EXERCISE GOAL >>
Among the entries below, find each line holding "charted" and return it.

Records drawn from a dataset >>
-=-=-

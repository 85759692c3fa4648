package engine

import (
	"context"
	"encoding/json"
	"fmt"
	"reflect"
	"sync/atomic"
	"testing"
	"time"

	"github.com/deadspace-fhir/deadspace/api/engine/enginetest"
	"github.com/deadspace-fhir/deadspace/api/store"
	"github.com/deadspace-fhir/deadspace/api/store/boltstore"
	"github.com/deadspace-fhir/deadspace/derive"
	"github.com/deadspace-fhir/deadspace/fhir/decode"
)

// rowCounter is the embedded store counting the rows its in-place scans
// show.
type rowCounter struct {
	*boltstore.Store
	rows atomic.Int64
}

func (r *rowCounter) ScanInputsFrom(ctx context.Context, subject string, from time.Time, fn func(store.InputRow) error) error {
	return r.Store.ScanInputsFrom(ctx, subject, from, func(row store.InputRow) error {
		r.rows.Add(1)
		return fn(row)
	})
}

// TestKeptDetectorReadingsAreWhatTheStoreHolds: after each change in
// turn (new readings at the end, a reading charted late, a corrected one,
// a blood gas, a reading of another kind), the inputs an evaluation reads
// with the detector's readings the patient's last evaluation kept are
// those it reads from the store alone, in the same order; and after a new
// end-tidal reading at the end of the series it reads from the store only
// the rows of its own pairing window, not those back to the state the
// detector resumes from.
func TestKeptDetectorReadingsAreWhatTheStoreHolds(t *testing.T) {
	t.Parallel()
	st := &rowCounter{Store: enginetest.OpenStore(t, boltstore.Options{NoSync: true})}
	e, err := New(Config{Store: st, Decoder: decode.New(decode.Options{}), Encoder: enginetest.Encoder(t), Derive: derive.DefaultConfig()})
	if err != nil {
		t.Fatal(err)
	}
	ctx := context.Background()
	now := time.Now().UTC().Truncate(time.Minute)
	const subject = "Patient/kd-0"
	obs := func(id, version, code, unit string, v float64, at time.Time) json.RawMessage {
		return json.RawMessage(fmt.Sprintf(`{"resourceType":"Observation","id":"%s","meta":{"versionId":"%s","lastUpdated":"%s"},"status":"final",`+
			`"code":{"coding":[{"system":"http://loinc.org","code":"%s"}]},"subject":{"reference":"%s"},"effectiveDateTime":"%s",`+
			`"valueQuantity":{"value":%g,"unit":"%s","system":"http://unitsofmeasure.org","code":"%s"}}`,
			id, version, now.Add(time.Hour+time.Duration(len(version))*time.Minute).Format(time.RFC3339), code, subject,
			at.Format(time.RFC3339Nano), v, unit, unit))
	}
	etco2 := func(id, version string, v float64, at time.Time) json.RawMessage {
		return obs(id, version, "19891-1", "mm[Hg]", v, at)
	}
	history := []json.RawMessage{json.RawMessage(`{"resourceType":"Patient","id":"kd-0","meta":{"versionId":"1","lastUpdated":"2026-01-01T00:00:00Z"},"gender":"female","birthDate":"1970-01-01"}`)}
	for m := 90; m > 0; m-- {
		at := now.Add(-time.Duration(m) * time.Minute)
		history = append(history, etco2(fmt.Sprintf("et-%d", m), "1", 36-float64(m%3), at),
			obs(fmt.Sprintf("vt-%d", m), "1", "76222-9", "mL", 480, at))
	}
	history = append(history, obs("gas-old", "1", "2019-8", "mm[Hg]", 42, now.Add(-80*time.Minute)))

	// step ingests raws and compares the two reads of the evaluation the
	// mark calls for, then evaluates the patient; it returns the rows the
	// store showed each read.
	step := func(t *testing.T, raws ...json.RawMessage) (withKept, alone int64) {
		t.Helper()
		d := ingestOneMark(t, e, st, raws...)
		gases := e.gasRange(d)
		resume := e.fallState(d, gases.GasesFrom)
		kept := e.keptDetectorInputs(d)
		before := st.rows.Load()
		in, derives, from, err := e.loadEvaluationInputs(ctx, d.Subject, gases, resume, kept)
		if err != nil {
			t.Fatal(err)
		}
		withKept = st.rows.Load() - before
		before = st.rows.Load()
		want, wantDerives, wantFrom, err := e.loadEvaluationInputs(ctx, d.Subject, gases, resume, nil)
		if err != nil {
			t.Fatal(err)
		}
		alone = st.rows.Load() - before
		if !reflect.DeepEqual(in, want) || derives != wantDerives || !from.Equal(wantFrom) {
			t.Errorf("with the kept readings: %d inputs (%v), blood gas derived %v, from %v; from the store alone: %d (%v), %v, %v",
				len(in), countKinds(in), derives, from, len(want), countKinds(want), wantDerives, wantFrom)
		}
		if err := e.evaluatePatient(ctx, d); err != nil {
			t.Fatal(err)
		}
		return withKept, alone
	}
	step(t, history...)
	for _, c := range []struct {
		name string
		raws []json.RawMessage
		// atEnd: a new end-tidal reading at the end of the series, which
		// must read its own window's rows from the store only.
		atEnd bool
	}{
		{"a new reading at the end", []json.RawMessage{etco2("et-new-1", "1", 35, now)}, true},
		{"another, 30 s on", []json.RawMessage{etco2("et-new-2", "1", 34, now.Add(30*time.Second))}, true},
		{"two at once, a minute on", []json.RawMessage{etco2("et-new-3", "1", 30, now.Add(time.Minute)), etco2("et-new-4", "1", 22, now.Add(90*time.Second))}, true},
		{"a reading charted three minutes late", []json.RawMessage{etco2("et-late", "1", 33, now.Add(-2*time.Minute+500*time.Millisecond))}, false},
		{"a reading corrected 12 minutes back", []json.RawMessage{etco2("et-12", "2", 20, now.Add(-12*time.Minute))}, false},
		{"a reading 40 minutes back withdrawn", []json.RawMessage{json.RawMessage(fmt.Sprintf(`{"resourceType":"Observation","id":"et-40","meta":{"versionId":"2","lastUpdated":"%s"},"status":"entered-in-error",`+
			`"code":{"coding":[{"system":"http://loinc.org","code":"19891-1"}]},"subject":{"reference":"%s"},"effectiveDateTime":"%s"}`,
			now.Add(2*time.Hour).Format(time.RFC3339), subject, now.Add(-40*time.Minute).Format(time.RFC3339)))}, false},
		{"a new reading after those", []json.RawMessage{etco2("et-new-5", "1", 21, now.Add(2*time.Minute))}, true},
		{"a blood gas 20 minutes back", []json.RawMessage{obs("gas-new", "1", "2019-8", "mm[Hg]", 45, now.Add(-20*time.Minute))}, false},
		{"a tidal volume at the end", []json.RawMessage{obs("vt-new", "1", "76222-9", "mL", 500, now.Add(2*time.Minute))}, false},
		{"a new reading after the blood gas", []json.RawMessage{etco2("et-new-6", "1", 20, now.Add(3*time.Minute))}, true},
	} {
		t.Run(c.name, func(t *testing.T) {
			withKept, alone := step(t, c.raws...)
			t.Logf("rows: %d with the kept readings, %d without", withKept, alone)
			// Two kinds a minute over a pairing window (5 minutes) and
			// the new readings: at most 16 rows; the state the detector
			// resumes from is three windows back, so the store alone
			// shows 40 or more.
			if c.atEnd && (withKept > 16 || alone < 40) {
				t.Errorf("the store showed %d rows with the kept readings, %d without; want at most 16 and at least 40", withKept, alone)
			}
		})
	}
}

// ingestOneMark ingests raws and returns the one dirty mark they leave.
func ingestOneMark(t *testing.T, e *Engine, st store.Store, raws ...json.RawMessage) store.Dirty {
	t.Helper()
	if _, err := e.Ingest(t.Context(), "test", raws); err != nil {
		t.Fatal(err)
	}
	dirty, err := st.DirtyPatients(t.Context())
	if err != nil || len(dirty) != 1 {
		t.Fatalf("dirty patients %v, %v", dirty, err)
	}
	return dirty[0]
}
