package engine_test

import (
	"context"
	"encoding/json"
	"fmt"
	"log/slog"
	"net/http"
	"net/http/httptest"
	"net/http/httputil"
	"net/url"
	"strings"
	"sync"
	"sync/atomic"
	"testing"
	"time"

	"github.com/deadspace-fhir/deadspace/api/engine"
	"github.com/deadspace-fhir/deadspace/api/engine/enginetest"
	"github.com/deadspace-fhir/deadspace/api/store"
	"github.com/deadspace-fhir/deadspace/api/store/pgstore"
	"github.com/deadspace-fhir/deadspace/api/store/pgstore/pgtest"
	"github.com/deadspace-fhir/deadspace/derive"
	"github.com/deadspace-fhir/deadspace/fhir/client"
	"github.com/deadspace-fhir/deadspace/fhir/decode"
	"github.com/deadspace-fhir/deadspace/fhir/fhirtest/fakefhir"
	"github.com/deadspace-fhir/deadspace/fhir/notify"
)

// replicaStore is one replica's PostgreSQL store. crashed makes it leave
// its leases behind on shutdown, as a replica killed with SIGKILL does.
type replicaStore struct {
	*pgstore.Store
	crashed atomic.Bool
}

func (r *replicaStore) ReleaseLease(ctx context.Context, name string) error {
	if r.crashed.Load() {
		return nil
	}
	return r.Store.ReleaseLease(ctx, name)
}

// pgReplica is an engine with a store of its own on a shared database,
// sending its requests with its name as the User-Agent.
type pgReplica struct {
	name string
	st   *replicaStore
	eng  *engine.Engine
	stop func()
}

func startPGReplica(t *testing.T, dbURL, baseURL, name string, tweak func(*engine.Config)) *pgReplica {
	t.Helper()
	ps, err := pgstore.Open(context.Background(), dbURL, pgstore.Options{Holder: name})
	if err != nil {
		t.Fatal(err)
	}
	r := &pgReplica{name: name, st: &replicaStore{Store: ps}}
	enc := enginetest.Encoder(t)
	cl, err := client.New(client.Config{BaseURL: baseURL, UserAgent: name, MaxRetries: -1})
	if err != nil {
		t.Fatal(err)
	}
	cfg := engine.Config{
		Store: r.st, Decoder: decode.New(decode.Options{}), Encoder: enc, Derive: derive.DefaultConfig(), Client: cl,
		PollInterval: 100 * time.Millisecond, JobLease: time.Second, Logger: slog.New(slog.NewTextHandler(tWriter{t, name}, nil)),
	}
	if tweak != nil {
		tweak(&cfg)
	}
	r.eng, err = engine.New(cfg)
	if err != nil {
		t.Fatal(err)
	}
	ctx, cancel := context.WithCancel(context.Background())
	done := make(chan struct{})
	go func() {
		defer close(done)
		_ = r.eng.Run(ctx)
	}()
	var once sync.Once
	r.stop = func() {
		once.Do(func() {
			cancel()
			<-done
			ps.Close()
		})
	}
	t.Cleanup(r.stop)
	return r
}

// searchesBy counts the Observation searches each replica sent.
func searchesBy(f *fakefhir.Server) map[string]int {
	n := map[string]int{}
	for _, r := range f.Requests() {
		if r.Method == http.MethodGet && r.Path == "Observation" {
			n[r.Header.Get("User-Agent")]++
		}
	}
	return n
}

func waitUntil(t *testing.T, what string, cond func() bool) {
	t.Helper()
	deadline := time.Now().Add(30 * time.Second)
	for !cond() {
		if time.Now().After(deadline) {
			t.Fatalf("timed out waiting for %s", what)
		}
		time.Sleep(20 * time.Millisecond)
	}
}

// Three engines on one PostgreSQL database, each polling every 100 ms:
// only the replica holding the catch-up lease searches the server. When it
// stops, another takes polling over; when that one dies without giving
// the lease up, the third takes over once the lease lapses, and finds
// what the server received while no replica was polling.
func TestOneReplicaPollsAndAnotherTakesOver(t *testing.T) {
	f := fakefhir.Start(t)
	dbURL := pgtest.NewDatabase(t)
	at := time.Now().Add(-time.Hour).Truncate(time.Minute)
	put := func(i int) {
		t.Helper()
		if _, err := f.Put(obs(fmt.Sprintf("et%d", i), "1", "final", "19891-1", "mm[Hg]", 36, at.Add(time.Duration(i)*time.Minute), at)); err != nil {
			t.Fatal(err)
		}
	}
	for i := range 5 {
		put(i)
	}
	replicas := map[string]*pgReplica{}
	for _, name := range []string{"replica-a", "replica-b", "replica-c"} {
		replicas[name] = startPGReplica(t, dbURL, f.BaseURL, name, nil)
	}
	// The test's own view of the database, open while replicas stop.
	anyStore, err := pgstore.Open(context.Background(), dbURL, pgstore.Options{Holder: "test"})
	if err != nil {
		t.Fatal(err)
	}
	defer anyStore.Close()
	stored := func(n int) func() bool {
		return func() bool {
			in, err := anyStore.Inputs(context.Background(), "Patient/w1")
			return err == nil && len(in) == n
		}
	}
	// pollsOnlyBy waits until holder has searched three more times, and
	// checks that no other replica searched meanwhile.
	pollsOnlyBy := func(phase string, before map[string]int) string {
		t.Helper()
		var holder string
		waitUntil(t, phase+": a replica polling", func() bool {
			now := searchesBy(f)
			for name, n := range now {
				if n >= before[name]+3 {
					holder = name
					return true
				}
			}
			return false
		})
		for name, n := range searchesBy(f) {
			if name != holder && n != before[name] {
				t.Errorf("%s: %s searched %d times while %s held the lease", phase, name, n-before[name], holder)
			}
		}
		return holder
	}

	waitUntil(t, "the start-up catch-up", stored(5))
	first := pollsOnlyBy("three replicas started", map[string]int{})

	// The holder stops and gives the lease up; another replica polls and
	// takes in what arrives next.
	replicas[first].stop()
	afterStop := searchesBy(f)
	put(5)
	waitUntil(t, "the new holder's catch-up", stored(6))
	second := pollsOnlyBy("after the first holder stopped", afterStop)
	if second == first {
		t.Fatalf("%s searched after it stopped", first)
	}

	// The second holder dies without giving the lease up; data arrives
	// while nobody polls; the last replica takes over after the lease
	// lapses and catches up from the shared cursor.
	replicas[second].st.crashed.Store(true)
	replicas[second].stop()
	afterCrash := searchesBy(f)
	put(6)
	put(7)
	waitUntil(t, "the catch-up after the lease lapsed", stored(8))
	third := pollsOnlyBy("after the second holder died", afterCrash)
	if third == first || third == second {
		t.Fatalf("%s searched after it stopped", third)
	}
	l, err := anyStore.Lease(context.Background(), "catch-up")
	if err != nil {
		t.Fatal(err)
	}
	if l.Holder != third || l.Epoch < 3 {
		t.Errorf("catch-up lease %+v: want held by %s in its third epoch or later", l, third)
	}
}

// A replica that does not hold the lease passes a gap it noticed on to
// the holder, which searches at once rather than at its next poll.
func TestGapNoticedByAnotherReplicaIsCaughtUpByTheHolder(t *testing.T) {
	f := fakefhir.Start(t)
	dbURL := pgtest.NewDatabase(t)
	at := time.Now().Add(-time.Hour).Truncate(time.Minute)
	// No polling: only start-up, gaps and forwarded requests search.
	noPoll := func(c *engine.Config) { c.PollInterval = 0 }
	a := startPGReplica(t, dbURL, f.BaseURL, "replica-a", noPoll)
	waitUntil(t, "the start-up catch-up", func() bool { return searchesBy(f)["replica-a"] == 1 })
	b := startPGReplica(t, dbURL, f.BaseURL, "replica-b", noPoll)
	if _, err := f.Put(obs("et1", "1", "final", "19891-1", "mm[Hg]", 36, at, at)); err != nil {
		t.Fatal(err)
	}
	// b is told of event 1, then event 5: events 2 to 4 never came.
	for _, n := range []uint64{1, 5} {
		if err := b.eng.Notified(context.Background(), notification(n)); err != nil {
			t.Fatal(err)
		}
	}
	waitUntil(t, "the holder's catch-up of the gap", func() bool {
		in, err := a.st.Inputs(context.Background(), "Patient/w1")
		return err == nil && len(in) == 1
	})
	if n := searchesBy(f)["replica-b"]; n != 0 {
		t.Errorf("replica-b, not holding the lease, searched %d times", n)
	}
}

// Two engines on one PostgreSQL database evaluating one patient over and
// over while new versions arrive: their evaluations never overlap (each
// claims the patient), and every change of a value is still queued once.
func TestEvaluationsOfAPatientDoNotOverlapAcrossReplicas(t *testing.T) {
	f := fakefhir.Start(t)
	dbURL := pgtest.NewDatabase(t)
	track := &overlaps{open: map[string]bool{}}
	var engines []*engine.Engine
	var stores []store.Store
	for _, name := range []string{"replica-a", "replica-b"} {
		ps, err := pgstore.Open(context.Background(), dbURL, pgstore.Options{Holder: name})
		if err != nil {
			t.Fatal(err)
		}
		t.Cleanup(func() { ps.Close() })
		st := &trackedStore{Store: ps, name: name, track: track}
		stores = append(stores, st)
		engines = append(engines, newEngine(t, st, f.BaseURL))
	}
	ctx := context.Background()
	at := time.Now().Add(-time.Hour).Truncate(time.Minute)
	updated := at.Add(10 * time.Minute)
	var inputs []json.RawMessage
	for m := -2; m <= 2; m++ {
		inputs = append(inputs, obs(fmt.Sprintf("et%d", m+2), "1", "final", "19891-1", "mm[Hg]", 36, at.Add(time.Duration(m)*time.Minute), updated))
	}
	if _, err := engines[0].Ingest(ctx, "test", inputs); err != nil {
		t.Fatal(err)
	}
	for round := range 3 {
		v := obs("gas", fmt.Sprint(round+1), "final", "2019-8", "mm[Hg]", 44+float64(round)*3, at, updated.Add(time.Duration(round)*time.Minute))
		before, err := stores[0].LastEvent(ctx)
		if err != nil {
			t.Fatal(err)
		}
		depth := outboxDepth(t, stores[0])
		if _, err := engines[1].Ingest(ctx, "test", []json.RawMessage{v}); err != nil {
			t.Fatal(err)
		}
		start := make(chan struct{})
		var wg sync.WaitGroup
		for i := range 8 {
			eng := engines[i%2]
			wg.Go(func() {
				<-start
				if err := eng.EvaluateNow(ctx); err != nil {
					t.Error(err)
				}
			})
		}
		close(start)
		wg.Wait()
		for _, eng := range engines {
			if err := eng.EvaluateNow(ctx); err != nil {
				t.Fatal(err)
			}
		}
		if dirty, err := stores[0].DirtyPatients(ctx); err != nil || len(dirty) != 0 {
			t.Fatalf("round %d: still dirty after both evaluated: %v %v", round+1, dirty, err)
		}
		after, err := stores[0].LastEvent(ctx)
		if err != nil {
			t.Fatal(err)
		}
		if got := after - before; got != 2 {
			t.Errorf("version %d: %d feed events, want 2", round+1, got)
		}
		if got := outboxDepth(t, stores[0]) - depth; got != 1 {
			t.Errorf("version %d: %d writes queued, want 1", round+1, got)
		}
	}
	track.mu.Lock()
	defer track.mu.Unlock()
	if track.evaluations < 3 {
		t.Fatalf("%d evaluations seen; the test no longer sees the engine's reads", track.evaluations)
	}
	if track.overlapped > 0 {
		t.Errorf("%d of %d evaluations read the patient while another replica's evaluation of it was in progress", track.overlapped, track.evaluations)
	}
}

// overlaps records, per replica and patient, when an evaluation is in
// progress: from its read of the patient's ledger until its commit is
// called (by then its claim is still held: the claim ends inside the
// commit) or its claim is given up.
type overlaps struct {
	mu          sync.Mutex
	open        map[string]bool // replica + " " + subject
	evaluations int
	overlapped  int
}

type trackedStore struct {
	*pgstore.Store
	name  string
	track *overlaps
}

// Ledger and EntriesBetween are an evaluation's read of the patient's
// ledger, whole or from a time on (see the engine's ledgerFor).
func (s *trackedStore) Ledger(ctx context.Context, subject string) ([]store.Entry, error) {
	s.begin(subject)
	return s.Store.Ledger(ctx, subject)
}

func (s *trackedStore) EntriesBetween(ctx context.Context, subject string, from, to time.Time, after string, limit int) ([]store.Entry, error) {
	s.begin(subject)
	return s.Store.EntriesBetween(ctx, subject, from, to, after, limit)
}

func (s *trackedStore) begin(subject string) {
	s.track.mu.Lock()
	key := s.name + " " + subject
	if !s.track.open[key] {
		s.track.evaluations++
		for k, open := range s.track.open {
			if open && k != key && k[len(k)-len(subject):] == subject {
				s.track.overlapped++
			}
		}
		s.track.open[key] = true
	}
	s.track.mu.Unlock()
	// Hold the evaluation open long enough for the other replica to try.
	time.Sleep(20 * time.Millisecond)
}

func (s *trackedStore) end(subject string) {
	s.track.mu.Lock()
	delete(s.track.open, s.name+" "+subject)
	s.track.mu.Unlock()
}

func (s *trackedStore) Commit(ctx context.Context, c store.Change, now time.Time) error {
	s.end(c.Subject)
	return s.Store.Commit(ctx, c, now)
}

func (s *trackedStore) ReleaseClaim(ctx context.Context, subject string) error {
	s.end(subject)
	return s.Store.ReleaseClaim(ctx, subject)
}

// notification is a subscription status naming one event number.
func notification(number uint64) notify.Notification {
	return notify.Notification{Subscription: "Subscription/s1", Events: []notify.Event{{Number: number}}}
}

type tWriter struct {
	t    *testing.T
	name string
}

func (w tWriter) Write(p []byte) (int, error) {
	w.t.Log(w.name, strings.TrimSpace(string(p)))
	return len(p), nil
}

// A write whose send outlasts the write lease (the server holds the
// transaction) stays with the replica sending it: that replica renews its
// claim while the send runs, so another replica asking for due writes the
// whole time is never handed it, and the server receives the transaction
// once. Without the renewal the second replica takes the write over after
// one lease and sends the same conditional creates at the same moment.
func TestSlowSendKeepsItsClaim(t *testing.T) {
	f := fakefhir.Start(t)
	target, err := url.Parse(f.BaseURL)
	if err != nil {
		t.Fatal(err)
	}
	const lease = time.Second
	var transactions atomic.Int64
	proxy := httputil.NewSingleHostReverseProxy(&url.URL{Scheme: target.Scheme, Host: target.Host})
	slow := httptest.NewServer(http.HandlerFunc(func(w http.ResponseWriter, r *http.Request) {
		if r.Method == http.MethodPost && strings.TrimSuffix(r.URL.Path, "/") == target.Path {
			transactions.Add(1)
			time.Sleep(3 * lease) // the server holds the transaction
		}
		proxy.ServeHTTP(w, r)
	}))
	t.Cleanup(slow.Close)
	base := slow.URL + target.Path

	dbURL := pgtest.NewDatabase(t)
	var engines []*engine.Engine
	for _, name := range []string{"replica-a", "replica-b"} {
		ps, err := pgstore.Open(context.Background(), dbURL, pgstore.Options{Holder: name, WriteLease: lease})
		if err != nil {
			t.Fatal(err)
		}
		t.Cleanup(func() { ps.Close() })
		engines = append(engines, newEngine(t, ps, base))
	}
	ctx := context.Background()
	at := time.Now().Add(-time.Hour).Truncate(time.Minute)
	updated := at.Add(10 * time.Minute)
	inputs := []json.RawMessage{obs("gas", "1", "final", "2019-8", "mm[Hg]", 45, at, updated)}
	for m := -2; m <= 2; m++ {
		inputs = append(inputs, obs(fmt.Sprintf("et%d", m+2), "1", "final", "19891-1", "mm[Hg]", 36, at.Add(time.Duration(m)*time.Minute), updated))
	}
	if _, err := engines[0].Ingest(ctx, "test", inputs); err != nil {
		t.Fatal(err)
	}
	if err := engines[0].EvaluateNow(ctx); err != nil {
		t.Fatal(err)
	}

	sent := make(chan struct{})
	go func() {
		defer close(sent)
		engines[0].FlushNow(ctx)
	}()
	waitUntil(t, "replica A to send the transaction", func() bool { return transactions.Load() > 0 })
	// Replica B asks for due writes throughout A's send, well past A's
	// first lease.
	for {
		engines[1].FlushNow(ctx)
		select {
		case <-sent:
		case <-time.After(100 * time.Millisecond):
			continue
		}
		break
	}
	if n := transactions.Load(); n != 1 {
		t.Errorf("the server received %d transactions for one write, want 1", n)
	}
	if n := len(f.Current("Provenance")); n != 1 {
		t.Errorf("%d Provenance on the server, want 1", n)
	}
}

-=-=-

ANSWER BOX >>
// turn (new readings at the end, a reading charted late, a corrected one,
		{"a reading charted three minutes late", []json.RawMessage{etco2("et-late", "1", 33, now.Add(-2*time.Minute+500*time.Millisecond))}, false},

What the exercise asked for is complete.